Der letzte Punkt, den ich erwähnen möchte, ist in Vasubandhus Text „ Abhidharmakosha“ („Ein Schatzhaus spezieller Themen des Wissens“) zu finden. Vasubandhu war ein großer indischer Meister. Er weist darauf hin, dass es zwei Arten von Geistesfaktoren gibt, die bei jeder konstruktiven Handlung vorhanden sind. Zwar definiert Asanga in seinem Text diese Geistesfaktoren auf besondere Art, aber wir müssen diese Faktoren so verstehen, wie Vasubandhu sie selbst definiert. Der erste dieser Faktoren ist, Respekt zu haben vor guten Qualitäten und denjenigen, die sie besitzen. Der zweite ist, davor zurückzuschrecken, wirklich, wie es in diesem Zusammenhang wörtlich heißt, „unverschämt“ destruktiv zu sein. „Unverschämt“ bedeutet, dass es einem völlig egal ist. Ohne irgendeine Art von Selbstkontrolle. Es ist einem einfach schnuppe; und deshalb hält man sich in keiner Weise von destruktivem Verhalten zurück. Man tut einfach, wozu man Lust hat.

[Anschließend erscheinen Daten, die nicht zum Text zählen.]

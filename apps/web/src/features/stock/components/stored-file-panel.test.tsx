import { screen } from '@testing-library/react';
import userEvent from '@testing-library/user-event';
import { describe, expect, it } from 'vitest';
import { mockFetch } from '../../../test/fetch-mock';
import { makeChemical, makeUser, page } from '../../../test/factories';
import { renderApp } from '../../../test/render-app';
import { mockXhrThroughFetch } from '../../../test/xhr-mock';

const manager = makeUser({ role: 'manager' });
const acetone = makeChemical({ id: 5, name: 'Acetone', ghsPictograms: ['GHS02', 'GHS07'] });

function routes(sdsAnswer: { status: number; body: unknown }) {
  mockXhrThroughFetch();
  return mockFetch({
    'GET /api/auth/me': { body: { user: manager } },
    'GET /api/chemicals/5': { body: { ...acetone, sds: null } },
    'GET /api/stock': { body: page([]) },
    'GET /api/containers': { body: page([]) },
    'POST /api/chemicals/5/sds': sdsAnswer,
  });
}

async function uploadSds(file: File) {
  const user = userEvent.setup();
  renderApp('/stock/chemicals/5');
  await screen.findByRole('heading', { name: 'Safety data sheet' }, { timeout: 5000 });
  await user.upload(screen.getByTestId('pdf-file-input'), file);
}

async function uploadAlert() {
  const title = await screen.findByText('The safety data sheet was not uploaded');
  const alert = title.closest('[role="alert"]');
  expect(alert).not.toBeNull();
  return alert as HTMLElement;
}

describe('SDS upload', () => {
  it('when the file is too large (413), then the person is told so with the limit', async () => {
    routes({
      status: 413,
      body: {
        error: {
          code: 'payload_too_large',
          message: 'The file is larger than the upload limit of 20 MB.',
        },
      },
    });
    await uploadSds(new File(['%PDF-1.7'], 'sds.pdf', { type: 'application/pdf' }));
    const alert = await uploadAlert();
    expect(alert).toHaveTextContent('too large');
    expect(alert).toHaveTextContent('20 MB');
  });

  it('when the file is not a PDF (415), then the person is told only PDF files are taken', async () => {
    routes({
      status: 415,
      body: {
        error: {
          code: 'unsupported_media_type',
          message: 'The safety data sheet must be a PDF file; the content of this one is not.',
        },
      },
    });
    await uploadSds(new File(['MZ'], 'sds.pdf', { type: 'application/pdf' }));
    const alert = await uploadAlert();
    expect(alert).toHaveTextContent('Only PDF files can be uploaded here.');
  });

  it('when the upload is accepted, then the chemical is read again and the file is shown', async () => {
    let stored = false;
    mockXhrThroughFetch();
    const { requests } = mockFetch({
      'GET /api/auth/me': { body: { user: manager } },
      'GET /api/chemicals/5': () => ({
        body: {
          ...acetone,
          sds: stored
            ? {
                fileName: 'acetone-sds.pdf',
                size: 245_760,
                contentType: 'application/pdf',
                uploadedAt: '2026-11-30T10:00:00.000Z',
              }
            : null,
        },
      }),
      'GET /api/stock': { body: page([]) },
      'GET /api/containers': { body: page([]) },
      'POST /api/chemicals/5/sds': () => {
        stored = true;
        return { status: 201, body: acetone };
      },
    });
    await uploadSds(new File(['%PDF-1.7'], 'acetone-sds.pdf', { type: 'application/pdf' }));
    expect(await screen.findByText('acetone-sds.pdf')).toBeInTheDocument();
    expect(screen.getByText(/240 KB/)).toBeInTheDocument();
    expect(screen.getByRole('link', { name: 'Download' })).toHaveAttribute(
      'href',
      '/api/chemicals/5/sds',
    );
    expect(screen.getByRole('button', { name: 'Replace safety data sheet' })).toBeInTheDocument();
    expect(requests.find((r) => r.method === 'POST')?.body).toEqual({ file: 'acetone-sds.pdf' });
  });
});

Übe ich mich in konstruktivem Verhalten, so unterlasse ich das. Im Falle von destruktivem Verhalten habe ich keinen Respekt vor irgendetwas Positivem oder Menschen, die konstruktiv handeln, und übe keinerlei Selbstkontrolle. Im Falle von konstruktivem Verhalten habe ich Respekt vor positiven Qualitäten und denjenigen, die sie besitzen, und ich übe Selbstkontrolle. Ich handele eben nicht unverschämt destruktiv. Das erinnert uns vielleicht an unseren Satz: „Es fühlt sich einfach richtig an.“

Dieser Punkt weist darauf hin, was ich im täglichen Leben versuchen muss zu betonen, er zeigt auf, woran ich mich erinnern und was ich mir immer wieder klarmachen muss: dass ich großen Respekt vor guten Qualitäten habe, etwa Geduld, Güte usw., und diejenigen respektiere, die solche Qualitäten haben. Das ist etwas sehr Inspirierendes für mich. Und ich möchte eine gewisse Selbstkontrolle ausüben, nicht einfach so sein, dass es mich nicht kümmert, was ich tue, und ich mich zügellos destruktiv und abscheulich verhalte.

Kurz gesagt: Was das konstruktive Handeln betrifft, so handeln wir nicht so, weil wir gut sein wollen, etwa in dem Sinne: „Ich will ein guter Junge oder ein gutes Mädchen sein; ich will nicht schlecht sein.“ Das ist nicht der Grund. Vielmehr handeln wir konstruktiv aufgrund dieses Respekts vor guten Qualitäten und denjenigen, die sie haben, und es fühlt sich richtig an, davon abzulassen, einfach ungeniert und zügellos destruktiv zu handeln. Man tut bzw. lässt es einfach.